A bit of background
Skip this part if you want, it's how I arrived at the platform and what I believed it would do for me. Scroll down, you'll see where to skip to.
I came here to make this my primary blogging platform. It looked easy to use (after I got my head around photobucket and imgur) - all I had to do was write to my heart's content and then find a few pictures to help tell the story. It's even easier now but it was easier than the blogging site I'd been using, hence the delight when I was recommended to come here.
I got it wrong a few times and found a few helpful people who told me to space out my paragraphs, add pictures etc. After that, things went really well and I started earning MASSIVE rewards. The day I got more than $20 for a post - WOW!
Pretty soon this site overtook FB as my 'go-to' site first thing in the morning. Not long after that, I started getting messages of 'where are you?' over on FB and I knew Steemit.com had taken over.
What do I like best on this platform?
The feedback, the interaction, the advice, camaraderie, critique and helpful people.
I get more interaction on my writing than I have on my blog site (apart from that one time...) I like it here.
I freely admit I'm neither techie nor engineer-minded and technical, complicated stuff is impossible for my mind to process. It really is. I've tried. So the Steemit Whitepaper has, by and large, not been read and the parts I did read have not been processed - I can only guess that I'm not alone in that.
I GUESSED that I'd be ok if I followed the rules - but this is decentralised and there are no rules.
OK, I'll default to general rules of civility. That worked for a long time. I didn't get any bother and I carried on writing to my heart's content.
I had to have a break earlier this year, three months off from writing, blogging and everything I enjoy. It was tough but it was tougher trying to make a return. I'd been away too long. I always used to get like this after the summer break - 6 weeks of freedom and I didn't want to even think about facing the fact that I had to go back to school.
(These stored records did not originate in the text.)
/// The full model's drive model from `rows`, its table solved on the
/// calling thread: it reads no EP, so it can be built beside the EP fit.
/// `None` when a zone has no drive to learn from.
pub fn drive_model(plays: &Plays, rows: &[u32]) -> Option<DriveModel> {
    let t = std::time::Instant::now();
    let m = DriveParams::estimate(plays, rows).map(DriveModel::solved_serially);
    tracing::debug!("drive model estimated and solved in {:.0} ms", t.elapsed().as_secs_f64() * 1000.0);
    m
}

/// `fit` with the drive model and the final seconds' chances given
/// (`drive_model` and `Finish::estimate` of the same rows, the EP model's
/// own; the baseline keeps neither).
#[allow(clippy::too_many_arguments)]
pub fn fit_with(
    plays: &Plays,
    ep: &[f64],
    rows: &[u32],
    kind: WpKind,
    opts: &FitOptions,
    init: Option<&WpModel>,
    drive: Option<DriveModel>,
    finish: Option<Finish>,
) -> Result<WpModel> {
    let names = kind.features();
    let y: Vec<f64> = rows
        .iter()
        .map(|&i| plays.offense_result(i as usize))
        .collect();
    let rules = ClockRules::from_plays(plays, rows);
    let drive = drive.filter(|_| kind == WpKind::Full);
    let dm = drive.as_ref();
    if let Some(d) = dm {
        d.table();
    }
    // Each row's drive logit once, not once per pass of the fit (late in
    // the 4th it sums the outcomes of two cells: `drive::snap`).
    let mut dl = vec![0.0; plays.len()];
    if dm.is_some() {
        use rayon::prelude::*;
        let worked: Vec<(u32, f64)> = rows
            .par_iter()
            .with_min_len(super::ep::SCORE_CHUNK)
            .filter(|&&i| plays.period[i as usize] == 4)
            .map(|&i| (i, drive_logit(&Situation::of_snap(plays, ep, i as usize), dm)))
            .collect();
        for (i, v) in worked {
            dl[i as usize] = v;
        }
    }
    let design = FnDesign {
        rows,
        p: names.len(),
        f: |i: usize, out: &mut [f64]| {
            features_given(kind, &Situation::of_snap(plays, ep, i), &rules, dm, dl[i], out)
        },
    };
    // The late game is shaped by interactions and the drive and overtime
    // models, not weights: on the demo league, weighing the final 10:00 and
    // overtime 3x moved the held-out late-and-close Brier gain over the
    // baseline from 10.5% to 10.4%. Again with the drive model's timeouts
    // (seeds 7 / 101 / 202, gain and distance to the oracle): unweighted
    // 10.8% / 11.6% / 9.1%, 0.00719 / 0.00675 / 0.00673; the final 10:00
    // and overtime 3x 10.6% / 11.6% / 9.1%, 0.00726 / 0.00676 / 0.00658;
    // the final 7:30 and overtime 2x 10.7% / 11.6% / 9.1%, 0.00724 /
    // 0.00676 / 0.00664. Closer on one league, further on the others.
    let fit = logit::fit_from(
        &design,
        Labels::Binary(&y),
        None,
        opts,
        init.map(|m| &m.fit),
    )
    .map_err(|source| ModelError::Fit {
        model: match kind {
            WpKind::Full => "win-probability model",
            WpKind::Baseline => "margin-and-time win-probability model",
        },
        rows: rows.len(),
        what: "snaps",
        source,
    })?;
    let finish = finish.filter(|_| kind == WpKind::Full);
    Ok(WpModel {
        kind,
        features: names.iter().map(|s| s.to_string()).collect(),
        fit,
        clock: rules,
        drive,
        finish,
    })
}
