/// One simulated league: (raw RMSE, shrunk RMSE, interval coverage).
fn shrinkage_run(seed: u64) -> (f64, f64, f64) {
    let units = simulate(seed, 60, 10, 60);
    let counts: Vec<(f64, f64)> = units.iter().map(|&(_, k, n)| (k, n)).collect();
    let prior = fit_beta_prior(&counts).expect("prior");
    let (mut se_raw, mut se_shrunk, mut covered) = (0.0, 0.0, 0);
    for &(p, k, n) in &units {
        let post = beta_posterior(&prior, k, n).expect("posterior");
        se_raw += (k / n - p).powi(2);
        se_shrunk += (post.estimate - p).powi(2);
        covered += usize::from(post.lo <= p && p <= post.hi);
    }
    let m = units.len() as f64;
    (
        (se_raw / m).sqrt(),
        (se_shrunk / m).sqrt(),
        covered as f64 / m,
    )
}

// Property check by simulation (common practice, no source): 60 units with
// true rates from Beta(20, 80) and 10-60 tries each.
#[test]
fn shrinkage_beats_raw_rates_and_intervals_cover() {
    let (raw, shrunk, cover) = shrinkage_run(2024);
    eprintln!("seed 2024: raw RMSE {raw:.4}, shrunk {shrunk:.4}, coverage {cover:.3}");
    assert!(shrunk <= 0.75 * raw, "shrunk RMSE {shrunk} vs raw {raw}");
    assert!((0.80..=0.97).contains(&cover), "coverage {cover}");

    // Across many leagues: every one gains at least 25%, and coverage
    // averages near the nominal 90%.
    let reps = 200;
    let (mut total_cover, mut worst_ratio, mut lo_cover, mut hi_cover) =
        (0.0, 0.0f64, 1.0f64, 0.0f64);
    let mut outside_band = 0;
    for seed in 0..reps {
        let (raw, shrunk, cover) = shrinkage_run(seed);
        worst_ratio = worst_ratio.max(shrunk / raw);
        total_cover += cover;
        lo_cover = lo_cover.min(cover);
        hi_cover = hi_cover.max(cover);
        outside_band += usize::from(!(0.80..=0.97).contains(&cover));
    }
    let mean_cover = total_cover / reps as f64;
    eprintln!(
        "{reps} leagues: worst shrunk/raw RMSE {worst_ratio:.3}, coverage mean {mean_cover:.3} \
         (range {lo_cover:.3}-{hi_cover:.3}, {outside_band} leagues outside 80-97%)"
    );
    assert!(
        worst_ratio <= 0.75,
        "worst shrunk/raw RMSE ratio {worst_ratio}"
    );
    assert!(
        (0.86..=0.94).contains(&mean_cover),
        "mean coverage {mean_cover}"
    );
}
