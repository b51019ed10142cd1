//! Overtime under modified sudden death, solved backward from the drive
//! model's possessions (`drive::DriveParams::plain`: outcome, next zone and
//! clock of a possession by start zone): a touchdown on the first
//! possession wins; a field goal there gives the other side one possession
//! to answer (a touchdown wins it, a field goal ties and play goes on as
//! sudden death, anything else loses); after a first possession without a
//! score, or a tie answered, the next score wins; a defensive score ends
//! it; a period of `OT_SPAN_SECS` ending level is a tie (½). The value is
//! P(the team with the ball wins) by phase × 5 s of period left × zone.

use super::{DriveParams, Outcome, NZ, STEP_SECS, ZONE_AT};

/// Seconds of an overtime period on the grid (beyond: clamped).
pub const OT_SPAN_SECS: i32 = 600;
const NT: usize = (OT_SPAN_SECS / STEP_SECS) as usize + 1;
/// Largest deficit a team answering a first-possession score can face
/// (a field goal is 3; a first-possession touchdown ends the game).
pub const MAX_ANSWER: i32 = 5;
/// A possession that gains this many points or more is a touchdown.
const TOUCHDOWN: i32 = 6;

/// Where an overtime stands for the team with the ball.
#[derive(Debug, Clone, Copy, PartialEq, Eq)]
pub enum Phase {
    /// Level, and the other side has not had the ball.
    First,
    /// Trailing by 1..=MAX_ANSWER after the other side's first possession:
    /// this possession answers.
    Answer(i32),
    /// Level after both had the ball (or a scoreless first possession):
    /// the next score wins.
    Sudden,
}

const NPH: usize = 2 + MAX_ANSWER as usize;

fn ph(p: Phase) -> usize {
    match p {
        Phase::First => 0,
        Phase::Sudden => 1,
        Phase::Answer(d) => 1 + d.clamp(1, MAX_ANSWER) as usize,
    }
}

/// The phase's value if the period ends now.
fn at_end(p: Phase) -> f64 {
    match p {
        Phase::Answer(_) => 0.0,
        _ => 0.5,
    }
}

/// What a possession with margin change `swing` leads to: the game
/// decided (1 or 0 for the team that had the ball), or the phase of the
/// next possession's team, and whether that is the same team.
enum Next {
    Decided(f64),
    Goes(Phase, bool),
}

fn next(p: Phase, o: &Outcome) -> Next {
    let s = o.swing;
    match p {
        Phase::First if s >= TOUCHDOWN => Next::Decided(1.0),
        Phase::First if s > 0 => {
            if o.keep {
                // A score and the ball kept: only a return score against
                // does that; count it as the lead held to the end.
                Next::Decided(1.0)
            } else {
                Next::Goes(Phase::Answer(s.min(MAX_ANSWER)), false)
            }
        }
        Phase::Answer(d) if s > d => Next::Decided(1.0),
        Phase::Answer(d) if s == d => Next::Goes(Phase::Sudden, o.keep),
        Phase::Answer(_) => Next::Decided(0.0),
        _ if s > 0 => Next::Decided(1.0),
        _ if s < 0 => Next::Decided(0.0),
        _ => Next::Goes(Phase::Sudden, o.keep),
    }
}

/// P(the team with the ball wins) over phase × time × zone.
#[derive(Debug, Clone, PartialEq)]
pub struct OvertimeTable {
    v: Vec<f64>,
}

fn idx(k: usize, p: usize, z: usize) -> usize {
    (k * NPH + p) * NZ + z
}

const PHASES: [Phase; NPH] = {
    let mut a = [Phase::First; NPH];
    a[1] = Phase::Sudden;
    let mut d = 1;
    while d <= MAX_ANSWER {
        a[1 + d as usize] = Phase::Answer(d);
        d += 1;
    }
    a
};

impl OvertimeTable {
    pub fn solve(params: &DriveParams) -> OvertimeTable {
        let mut v = vec![0.0; NT * NPH * NZ];
        for p in PHASES {
            for z in 0..NZ {
                v[idx(0, ph(p), z)] = at_end(p);
            }
        }
        for k in 1..NT {
            for p in PHASES {
                for z in 0..NZ {
                    let mut val = 0.0;
                    for o in params.plain(z) {
                        let steps = o.steps as usize;
                        let later = |q: Phase, keep: bool, k2: usize| {
                            let w = v[idx(k2, ph(q), o.zone as usize)];
                            if keep { w } else { 1.0 - w }
                        };
                        val += o.share
                            * match next(p, o) {
                                // The clock runs out first: the possession
                                // gets the share of its outcome its time allows.
                                Next::Decided(r) if steps > k => {
                                    let f = k as f64 / steps as f64;
                                    f * r + (1.0 - f) * at_end(p)
                                }
                                Next::Goes(q, keep) if steps > k => {
                                    let f = k as f64 / steps as f64;
                                    let e = if keep { at_end(q) } else { 1.0 - at_end(q) };
                                    f * e + (1.0 - f) * at_end(p)
                                }
                                Next::Decided(r) => r,
                                Next::Goes(q, keep) => later(q, keep, k - steps),
                            };
                    }
                    v[idx(k, ph(p), z)] = val.clamp(0.0, 1.0);
                }
            }
        }
        OvertimeTable { v }
    }

    fn get(&self, k: usize, p: Phase, z: usize) -> f64 {
        self.v[idx(k, ph(p), z)]
    }

    /// P(the team with the ball at `ball_on` wins) in `phase` with `secs`
    /// left in the period, interpolated linearly in time and field.
    pub fn value(&self, phase: Phase, secs: f64, ball_on: f64) -> f64 {
        let t = (secs / STEP_SECS as f64).clamp(0.0, (NT - 1) as f64);
        let (k0, ft) = (t.floor() as usize, t.fract());
        let k1 = (k0 + 1).min(NT - 1);
        let b = ball_on.clamp(ZONE_AT[0], ZONE_AT[NZ - 1]);
        let z0 = ZONE_AT.iter().rposition(|&c| b >= c).unwrap_or(0).min(NZ - 2);
        let fz = ((b - ZONE_AT[z0]) / (ZONE_AT[z0 + 1] - ZONE_AT[z0])).clamp(0.0, 1.0);
        let mut p = 0.0;
        for (k, wk) in [(k0, 1.0 - ft), (k1, ft)] {
            for (z, wz) in [(z0, 1.0 - fz), (z0 + 1, fz)] {
                p += wk * wz * self.get(k, phase, z);
            }
        }
        p
    }
}

#[cfg(test)]
mod tests;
I forced myself to come back and I received a nice welcome. People had missed me, missed my stories. That really made me happy and I knew I'd found a home.
The lifting of the 4 post max 'rule' in one of the Hardforks was quite a surprise, but mostly I stuck to four blogs a day and five on the rare occasion. I stuck to what I know best - fiction writing.
I actually started believing I could make a living on Steemit.com - in fact, to do that, I'd have to take Steem out and sell it and though I got to the point of taking it out, I've since put it all back again - or what I had left after playing the markets. :/
End of background
This is the request part so start reading if you skipped the background bit.
I've pissed someone off - or a few someones.
After speaking with I realised I was wrong in my assumption that my work had been flagged because someone decided it was rubbish - yeah, I can be a little sensitive when people stomp all over work I'm proud of, I'm not alone in that, either.
First, how do I make this right?
Second, what are the 'rules'? - I need to know so I don't go breaking them inadvertently again.
No, I'm not whining, I'm trying to make this all go away by making it right, returning the balance.
When people feel like they are attacked, they either retreat and get out of the way or they fight back.
I believed I was under attack and I fought back but I don't have a big stick of SP behind me to downvote (see, I'm learning) so I used my best weapon - words.
When I found myself under attack from all sides, I used words to counter. That's what I do and I upset people with those words and so more big sticks were brandished and I was threatened with 'death by flagging' (I assume he means downvoting).
Now there's been time to cool off and think, I'm asking respectfully what I can do now?